• TASK TO COMPLETE: Please restate, exactly as written, the lines running from the beginning of the material through the line that has "slider per held" in it.

[MATERIAL SHOWN — start]

"""The controls of the linked explorer: those of the plane explorer it shares (status line,
count, energy and parameter sliders, orbit buttons, colour menu, files) and its own: one
slider per held section coordinate and the slab of a slice (coordinate, centre, half-width).

Controls hold no orbit data and compute nothing; the explorer connects their events.
"""

from __future__ import annotations

import ipywidgets as W

from phaselab.widgets.controls import Controls, slider_grid

#: Starting half-width of the slab, as a fraction of its coordinate's window.
SLAB_FRACTION = 0.05


def _line(label, items):
    return W.HBox([W.HTML(f"<div class='pl-group'>{label}</div>")] + list(items),
                  layout=W.Layout(align_items="center"))


class LinkedControls(Controls):
    """Every control of one linked explorer (see :class:`~phaselab.widgets.controls.Controls`
    for the shared ones).

    Parameters
    ----------
    title, subtitle : str
    readout_id : str
    coordinates : sequence of (str, str)
        The section coordinates: (label as the axes write it, name of the model).
    style_rules : str
    """

    def __init__(self, title, subtitle, readout_id, coordinates, style_rules=""):
        super().__init__(title, subtitle, readout_id, style_rules)
        self.held: dict[str, W.FloatSlider] = {}
        self.slab_on = W.Checkbox(value=False, description="slab", indent=False, layout=W.Layout(width="64px"))
        self.slab_name = W.Dropdown(options=list(coordinates), value=coordinates[-1][1], layout=W.Layout(width="90px"))
        self.slab_center = W.FloatSlider(value=0.0, min=-1.0, max=1.0, step=0.01, description="centre",
                                         readout_format=".4g", continuous_update=True,
                                         style={"description_width": "44px"}, layout=W.Layout(width="300px"))
        self.slab_width = W.BoundedFloatText(value=0.05, min=1e-12, max=1e12, step=0.005, description="half-width",
                                             style={"description_width": "62px"}, layout=W.Layout(width="150px"))
        self.selection = W.HTML("")
        self.color.description = ""   # the row's label says it

    def add_held(self, name, description, value, lo, hi):
        """A slider for held section coordinate ``name`` (its value at the next seeds)."""
        lo, hi, step = slider_grid(lo, hi, value)
        s = W.FloatSlider(value=value, min=lo, max=hi, step=step, description=description, readout_format=".4g",
                          continuous_update=False, style={"description_width": "90px"},
                          layout=W.Layout(width="430px"))
        self.held[name] = s
        return s

    def set_slab_window(self, lo, hi, center, half_width):
        """Range of the centre slider for the slab's coordinate."""
        lo, hi, step = slider_grid(lo, hi, center)
        s = self.slab_center
        # widen first, then place the value, then narrow: the slider refuses min > max
        s.min = min(lo, s.min)
        s.max = max(hi, s.max)
        s.value = center
        s.min, s.max, s.step = lo, hi, step
        self.slab_width.value = float(f"{half_width:.2g}")

    def linked_layout(self, bokeh):
        header = W.HBox([self.title, self.count], layout=W.Layout(justify_content="space-between"))
        rows = [self.style, header, bokeh, self.readout]
        if self.held:
            rows.append(W.HTML("<div class='pl-sub'>held at the next seeds (a click gives the other two):</div>"))
            rows.append(W.VBox(list(self.held.values())))
        if self.sliders:
            rows.append(W.VBox(list(self.sliders.values())))
        rows.append(_line("slice", [self.slab_on, self.slab_name, self.slab_center, self.slab_width]))
        rows.append(_line("orbits", [self.undo, self.clear, self.selection]))
        rows.append(_line("colour", [self.color]))
        rows.append(_line("files", [self.stem, self.export, self.session_path, self.save, self.load]))
        rows.append(self.status)
        return rows
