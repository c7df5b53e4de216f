"""The linked explorer's bokeh widget: a selection made in the page reaches Python quickly.

A box or lasso in one projection selects rows of the shared source in the page, and the
page sends the selected row numbers to the kernel. jupyter_bokeh checks such a list number
by number against the property's type and walks it for models: half a second for 50,000
rows. The row numbers of the points source's selection are taken here as one integer array
instead (the same value, set by the same descriptor, observers called as usual). The page
also sends back the rows the kernel streamed to it: they are dropped (the page edits no data
of the explorer; applied, they doubled the streamed rows on the kernel's side). Every other
message goes the ordinary way.
"""

from __future__ import annotations

import numpy as np

from phaselab.widgets.page import LiveBokehModel


class LinkedBokehModel(LiveBokehModel):
    """A :class:`~phaselab.widgets.page.LiveBokehModel` with a quick path for the selection
    of one data source.

    Parameters
    ----------
    model : bokeh layout
    selection : bokeh.models.Selection
        The selection whose ``indices`` take the quick path.
    """

    def __init__(self, model, selection, **kwargs):
        self._selection = selection
        super().__init__(model, **kwargs)

    def _sync_model(self, _model, content, _buffers):
        if isinstance(content, dict) and content.get("event") == "jsevent" and \
                content.get("kind") in ("ColumnsStreamed", "ColumnsPatched"):
            # the page sends the kernel's own streams back (it edits no data itself):
            # applied again they would double the streamed rows in Python
            return
        rows = self._selected_rows(content)
        if rows is None:
            super()._sync_model(_model, content, _buffers)
            return
        from bokeh.core.property.validation import without_property_validation

        sel = self._selection
        descriptor = sel.lookup("indices")

        @without_property_validation
        def assign():
            # setter=self: the page has the selection already, nothing is sent back
            descriptor._set(sel, descriptor._get(sel), rows, setter=self)

        assign()

    def _selected_rows(self, content):
        """The selected rows as int64 (n,) if ``content`` is the page's change of the
        selection's ``indices`` given as a plain list of whole numbers, else None."""
        if not isinstance(content, dict) or content.get("event") != "jsevent":
            return None
        if content.get("kind") != "ModelChanged" or content.get("attr") != "indices":
            return None
        ref, new = content.get("model"), content.get("new")
        if not isinstance(ref, dict) or ref.get("id") != self._selection.id or not isinstance(new, list):
            return None
        try:
            rows = np.asarray(new, dtype=np.float64)
        except (TypeError, ValueError):
            return None
        if rows.ndim != 1 or not np.all(np.isfinite(rows)) or np.any(rows != np.round(rows)) or np.any(rows < 0):
            return None
        return rows.astype(np.int64)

[MATERIAL SHOWN — finish]

• EXPECTED ANSWER:
"""The controls of the linked explorer: those of the plane explorer it shares (status line,
count, energy and parameter sliders, orbit buttons, colour menu, files) and its own: one
slider per held section coordinate and the slab of a slice (coordinate, centre, half-width).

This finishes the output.